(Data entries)
──────────────────────────────

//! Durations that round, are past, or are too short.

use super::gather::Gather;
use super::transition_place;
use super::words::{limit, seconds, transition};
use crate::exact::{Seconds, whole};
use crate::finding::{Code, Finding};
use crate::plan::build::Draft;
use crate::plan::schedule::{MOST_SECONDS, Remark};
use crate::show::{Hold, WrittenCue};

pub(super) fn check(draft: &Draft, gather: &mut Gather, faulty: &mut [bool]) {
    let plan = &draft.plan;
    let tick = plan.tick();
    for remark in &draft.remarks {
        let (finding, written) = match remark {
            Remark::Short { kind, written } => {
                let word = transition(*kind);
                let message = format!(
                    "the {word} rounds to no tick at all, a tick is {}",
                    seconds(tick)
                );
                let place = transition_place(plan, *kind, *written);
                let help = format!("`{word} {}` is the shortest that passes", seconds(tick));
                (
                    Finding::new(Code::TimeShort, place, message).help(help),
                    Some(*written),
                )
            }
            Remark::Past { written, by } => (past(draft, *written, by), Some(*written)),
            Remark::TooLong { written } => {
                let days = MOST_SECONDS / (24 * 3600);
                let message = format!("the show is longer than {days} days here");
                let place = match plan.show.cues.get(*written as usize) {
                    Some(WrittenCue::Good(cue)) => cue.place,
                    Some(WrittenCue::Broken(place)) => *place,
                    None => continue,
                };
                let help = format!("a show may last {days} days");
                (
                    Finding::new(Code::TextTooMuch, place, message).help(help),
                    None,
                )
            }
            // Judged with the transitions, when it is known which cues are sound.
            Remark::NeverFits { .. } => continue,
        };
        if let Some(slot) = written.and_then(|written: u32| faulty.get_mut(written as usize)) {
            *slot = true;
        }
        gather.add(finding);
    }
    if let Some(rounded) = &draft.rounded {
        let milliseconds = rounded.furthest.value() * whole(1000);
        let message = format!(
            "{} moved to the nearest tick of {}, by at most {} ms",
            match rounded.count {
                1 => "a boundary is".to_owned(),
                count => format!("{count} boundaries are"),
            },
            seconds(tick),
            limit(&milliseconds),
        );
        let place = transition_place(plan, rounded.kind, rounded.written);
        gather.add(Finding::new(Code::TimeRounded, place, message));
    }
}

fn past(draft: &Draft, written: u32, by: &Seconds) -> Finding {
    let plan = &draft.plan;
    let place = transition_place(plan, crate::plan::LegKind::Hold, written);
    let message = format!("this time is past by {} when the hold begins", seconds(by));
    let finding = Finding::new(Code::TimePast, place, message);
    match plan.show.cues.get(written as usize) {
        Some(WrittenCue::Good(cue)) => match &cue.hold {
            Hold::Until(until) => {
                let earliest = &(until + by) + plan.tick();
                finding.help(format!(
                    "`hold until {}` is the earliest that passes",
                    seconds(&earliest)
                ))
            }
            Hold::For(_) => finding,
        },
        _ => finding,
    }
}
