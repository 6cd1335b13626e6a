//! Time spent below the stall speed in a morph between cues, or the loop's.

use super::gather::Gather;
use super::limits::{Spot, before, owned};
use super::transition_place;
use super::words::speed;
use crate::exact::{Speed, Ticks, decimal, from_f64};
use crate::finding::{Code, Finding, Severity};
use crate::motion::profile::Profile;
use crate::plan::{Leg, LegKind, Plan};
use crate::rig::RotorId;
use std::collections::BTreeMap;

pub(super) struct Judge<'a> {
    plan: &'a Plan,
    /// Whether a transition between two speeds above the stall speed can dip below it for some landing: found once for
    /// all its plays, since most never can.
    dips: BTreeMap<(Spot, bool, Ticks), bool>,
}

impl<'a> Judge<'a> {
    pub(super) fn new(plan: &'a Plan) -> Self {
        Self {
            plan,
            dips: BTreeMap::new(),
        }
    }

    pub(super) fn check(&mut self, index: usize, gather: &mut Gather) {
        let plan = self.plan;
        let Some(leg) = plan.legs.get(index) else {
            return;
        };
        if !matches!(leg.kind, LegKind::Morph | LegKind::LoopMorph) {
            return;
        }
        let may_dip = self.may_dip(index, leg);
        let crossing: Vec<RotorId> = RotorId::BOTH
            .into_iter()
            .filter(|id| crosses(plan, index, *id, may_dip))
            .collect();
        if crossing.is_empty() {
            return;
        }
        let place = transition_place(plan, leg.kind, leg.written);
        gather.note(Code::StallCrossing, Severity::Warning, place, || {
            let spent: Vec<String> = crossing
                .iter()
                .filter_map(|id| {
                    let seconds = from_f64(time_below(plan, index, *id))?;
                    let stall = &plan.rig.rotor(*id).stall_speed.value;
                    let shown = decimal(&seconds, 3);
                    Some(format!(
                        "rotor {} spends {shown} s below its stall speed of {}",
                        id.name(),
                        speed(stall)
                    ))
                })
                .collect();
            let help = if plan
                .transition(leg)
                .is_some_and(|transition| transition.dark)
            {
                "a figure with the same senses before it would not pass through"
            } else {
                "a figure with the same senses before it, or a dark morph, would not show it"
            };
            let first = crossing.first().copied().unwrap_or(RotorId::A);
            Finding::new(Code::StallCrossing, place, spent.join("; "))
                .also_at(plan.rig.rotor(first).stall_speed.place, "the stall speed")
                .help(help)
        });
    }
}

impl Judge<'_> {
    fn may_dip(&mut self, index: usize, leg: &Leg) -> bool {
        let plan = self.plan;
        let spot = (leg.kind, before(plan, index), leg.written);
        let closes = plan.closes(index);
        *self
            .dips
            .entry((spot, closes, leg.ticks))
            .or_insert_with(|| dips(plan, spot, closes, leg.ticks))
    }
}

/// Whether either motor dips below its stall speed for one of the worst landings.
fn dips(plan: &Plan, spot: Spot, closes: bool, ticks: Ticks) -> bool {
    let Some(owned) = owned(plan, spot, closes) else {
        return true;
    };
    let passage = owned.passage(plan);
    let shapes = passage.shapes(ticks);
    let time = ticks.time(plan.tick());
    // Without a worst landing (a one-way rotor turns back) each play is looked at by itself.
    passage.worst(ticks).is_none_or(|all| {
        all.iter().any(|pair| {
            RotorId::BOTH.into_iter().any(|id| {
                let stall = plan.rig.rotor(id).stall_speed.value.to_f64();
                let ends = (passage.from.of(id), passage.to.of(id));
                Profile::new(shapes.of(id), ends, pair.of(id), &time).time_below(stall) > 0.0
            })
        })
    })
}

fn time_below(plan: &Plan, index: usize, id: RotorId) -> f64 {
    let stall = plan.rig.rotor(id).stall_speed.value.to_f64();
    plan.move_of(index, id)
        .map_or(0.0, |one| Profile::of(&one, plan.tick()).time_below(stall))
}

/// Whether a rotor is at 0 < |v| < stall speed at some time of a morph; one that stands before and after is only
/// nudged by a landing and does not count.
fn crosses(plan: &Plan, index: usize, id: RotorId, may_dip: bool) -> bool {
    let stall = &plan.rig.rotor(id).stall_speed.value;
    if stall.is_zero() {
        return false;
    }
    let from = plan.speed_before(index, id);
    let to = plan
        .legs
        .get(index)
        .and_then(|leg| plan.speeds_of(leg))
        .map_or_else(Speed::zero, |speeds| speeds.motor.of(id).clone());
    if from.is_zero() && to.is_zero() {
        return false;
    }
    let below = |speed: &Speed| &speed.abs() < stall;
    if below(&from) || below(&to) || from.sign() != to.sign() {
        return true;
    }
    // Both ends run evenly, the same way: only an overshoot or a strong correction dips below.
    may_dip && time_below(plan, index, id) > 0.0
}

──────────────────────────────

> _ASSIGNMENT_
Repeat the records above exactly, with nothing left out.

> _TASK RESULT_
//! Durations that round, are past, or are too short.

use super::gather::Gather;
use super::transition_place;
use super::words::{limit, seconds, transition};
use crate::exact::{Seconds, whole};
use crate::finding::{Code, Finding};
use crate::plan::build::Draft;
use crate::plan::schedule::{MOST_SECONDS, Remark};
use crate::show::{Hold, WrittenCue};

pub(super) fn check(draft: &Draft, gather: &mut Gather, faulty: &mut [bool]) {
    let plan = &draft.plan;
    let tick = plan.tick();
    for remark in &draft.remarks {
        let (finding, written) = match remark {
            Remark::Short { kind, written } => {
                let word = transition(*kind);
                let message = format!(
                    "the {word} rounds to no tick at all, a tick is {}",
                    seconds(tick)
                );
                let place = transition_place(plan, *kind, *written);
                let help = format!("`{word} {}` is the shortest that passes", seconds(tick));
                (
                    Finding::new(Code::TimeShort, place, message).help(help),
                    Some(*written),
                )
            }
            Remark::Past { written, by } => (past(draft, *written, by), Some(*written)),
            Remark::TooLong { written } => {
                let days = MOST_SECONDS / (24 * 3600);
                let message = format!("the show is longer than {days} days here");
                let place = match plan.show.cues.get(*written as usize) {
                    Some(WrittenCue::Good(cue)) => cue.place,
                    Some(WrittenCue::Broken(place)) => *place,
                    None => continue,
                };
                let help = format!("a show may last {days} days");
                (
                    Finding::new(Code::TextTooMuch, place, message).help(help),
                    None,
                )
            }
            // Judged with the transitions, when it is known which cues are sound.
            Remark::NeverFits { .. } => continue,
        };
        if let Some(slot) = written.and_then(|written: u32| faulty.get_mut(written as usize)) {
            *slot = true;
        }
        gather.add(finding);
    }
    if let Some(rounded) = &draft.rounded {
        let milliseconds = rounded.furthest.value() * whole(1000);
        let message = format!(
            "{} moved to the nearest tick of {}, by at most {} ms",
            match rounded.count {
                1 => "a boundary is".to_owned(),
                count => format!("{count} boundaries are"),
            },
            seconds(tick),
            limit(&milliseconds),
        );
        let place = transition_place(plan, rounded.kind, rounded.written);
        gather.add(Finding::new(Code::TimeRounded, place, message));
    }
}

fn past(draft: &Draft, written: u32, by: &Seconds) -> Finding {
    let plan = &draft.plan;
    let place = transition_place(plan, crate::plan::LegKind::Hold, written);
    let message = format!("this time is past by {} when the hold begins", seconds(by));
    let finding = Finding::new(Code::TimePast, place, message);
    match plan.show.cues.get(written as usize) {
        Some(WrittenCue::Good(cue)) => match &cue.hold {
            Hold::Until(until) => {
                let earliest = &(until + by) + plan.tick();
                finding.help(format!(
                    "`hold until {}` is the earliest that passes",
                    seconds(&earliest)
                ))
            }
            Hold::For(_) => finding,
        },
        _ => finding,
    }
}
repository 6cd1335b13626e6a
//! Time spent below the stall speed in a morph between cues, or the loop's.

use super::gather::Gather;
use super::limits::{Spot, before, owned};
use super::transition_place;
use super::words::speed;
use crate::exact::{Speed, Ticks, decimal, from_f64};
use crate::finding::{Code, Finding, Severity};
use crate::motion::profile::Profile;
use crate::plan::{Leg, LegKind, Plan};
use crate::rig::RotorId;
use std::collections::BTreeMap;

pub(super) struct Judge<'a> {
    plan: &'a Plan,
    /// Whether a transition between two speeds above the stall speed can dip below it for some landing: found once for
    /// all its plays, since most never can.
    dips: BTreeMap<(Spot, bool, Ticks), bool>,
}

impl<'a> Judge<'a> {
    pub(super) fn new(plan: &'a Plan) -> Self {
        Self {
            plan,
            dips: BTreeMap::new(),
        }
    }

    pub(super) fn check(&mut self, index: usize, gather: &mut Gather) {
        let plan = self.plan;
        let Some(leg) = plan.legs.get(index) else {
            return;
        };
        if !matches!(leg.kind, LegKind::Morph | LegKind::LoopMorph) {
            return;
        }
        let may_dip = self.may_dip(index, leg);
        let crossing: Vec<RotorId> = RotorId::BOTH
            .into_iter()
            .filter(|id| crosses(plan, index, *id, may_dip))
            .collect();
        if crossing.is_empty() {
            return;
        }
        let place = transition_place(plan, leg.kind, leg.written);
        gather.note(Code::StallCrossing, Severity::Warning, place, || {
            let spent: Vec<String> = crossing
                .iter()
                .filter_map(|id| {
                    let seconds = from_f64(time_below(plan, index, *id))?;
                    let stall = &plan.rig.rotor(*id).stall_speed.value;
                    let shown = decimal(&seconds, 3);
                    Some(format!(
                        "rotor {} spends {shown} s below its stall speed of {}",
                        id.name(),
                        speed(stall)
                    ))
                })
                .collect();
            let help = if plan
                .transition(leg)
                .is_some_and(|transition| transition.dark)
            {
                "a figure with the same senses before it would not pass through"
            } else {
                "a figure with the same senses before it, or a dark morph, would not show it"
            };
            let first = crossing.first().copied().unwrap_or(RotorId::A);
            Finding::new(Code::StallCrossing, place, spent.join("; "))
                .also_at(plan.rig.rotor(first).stall_speed.place, "the stall speed")
                .help(help)
        });
    }
}

impl Judge<'_> {
    fn may_dip(&mut self, index: usize, leg: &Leg) -> bool {
        let plan = self.plan;
        let spot = (leg.kind, before(plan, index), leg.written);
        let closes = plan.closes(index);
        *self
            .dips
            .entry((spot, closes, leg.ticks))
            .or_insert_with(|| dips(plan, spot, closes, leg.ticks))
    }
}

/// Whether either motor dips below its stall speed for one of the worst landings.
fn dips(plan: &Plan, spot: Spot, closes: bool, ticks: Ticks) -> bool {
    let Some(owned) = owned(plan, spot, closes) else {
        return true;
    };
    let passage = owned.passage(plan);
    let shapes = passage.shapes(ticks);
    let time = ticks.time(plan.tick());
    // Without a worst landing (a one-way rotor turns back) each play is looked at by itself.
    passage.worst(ticks).is_none_or(|all| {
        all.iter().any(|pair| {
            RotorId::BOTH.into_iter().any(|id| {
                let stall = plan.rig.rotor(id).stall_speed.value.to_f64();
                let ends = (passage.from.of(id), passage.to.of(id));
                Profile::new(shapes.of(id), ends, pair.of(id), &time).time_below(stall) > 0.0
            })
        })
    })
}

fn time_below(plan: &Plan, index: usize, id: RotorId) -> f64 {
    let stall = plan.rig.rotor(id).stall_speed.value.to_f64();
    plan.move_of(index, id)
        .map_or(0.0, |one| Profile::of(&one, plan.tick()).time_below(stall))
}

/// Whether a rotor is at 0 < |v| < stall speed at some time of a morph; one that stands before and after is only
/// nudged by a landing and does not count.
fn crosses(plan: &Plan, index: usize, id: RotorId, may_dip: bool) -> bool {
    let stall = &plan.rig.rotor(id).stall_speed.value;
    if stall.is_zero() {
        return false;
    }
    let from = plan.speed_before(index, id);
    let to = plan
        .legs
        .get(index)
        .and_then(|leg| plan.speeds_of(leg))
        .map_or_else(Speed::zero, |speeds| speeds.motor.of(id).clone());
    if from.is_zero() && to.is_zero() {
        return false;
    }
    let below = |speed: &Speed| &speed.abs() < stall;
    if below(&from) || below(&to) || from.sign() != to.sign() {
        return true;
    }
    // Both ends run evenly, the same way: only an overshoot or a strong correction dips below.
    may_dip && time_below(plan, index, id) > 0.0
}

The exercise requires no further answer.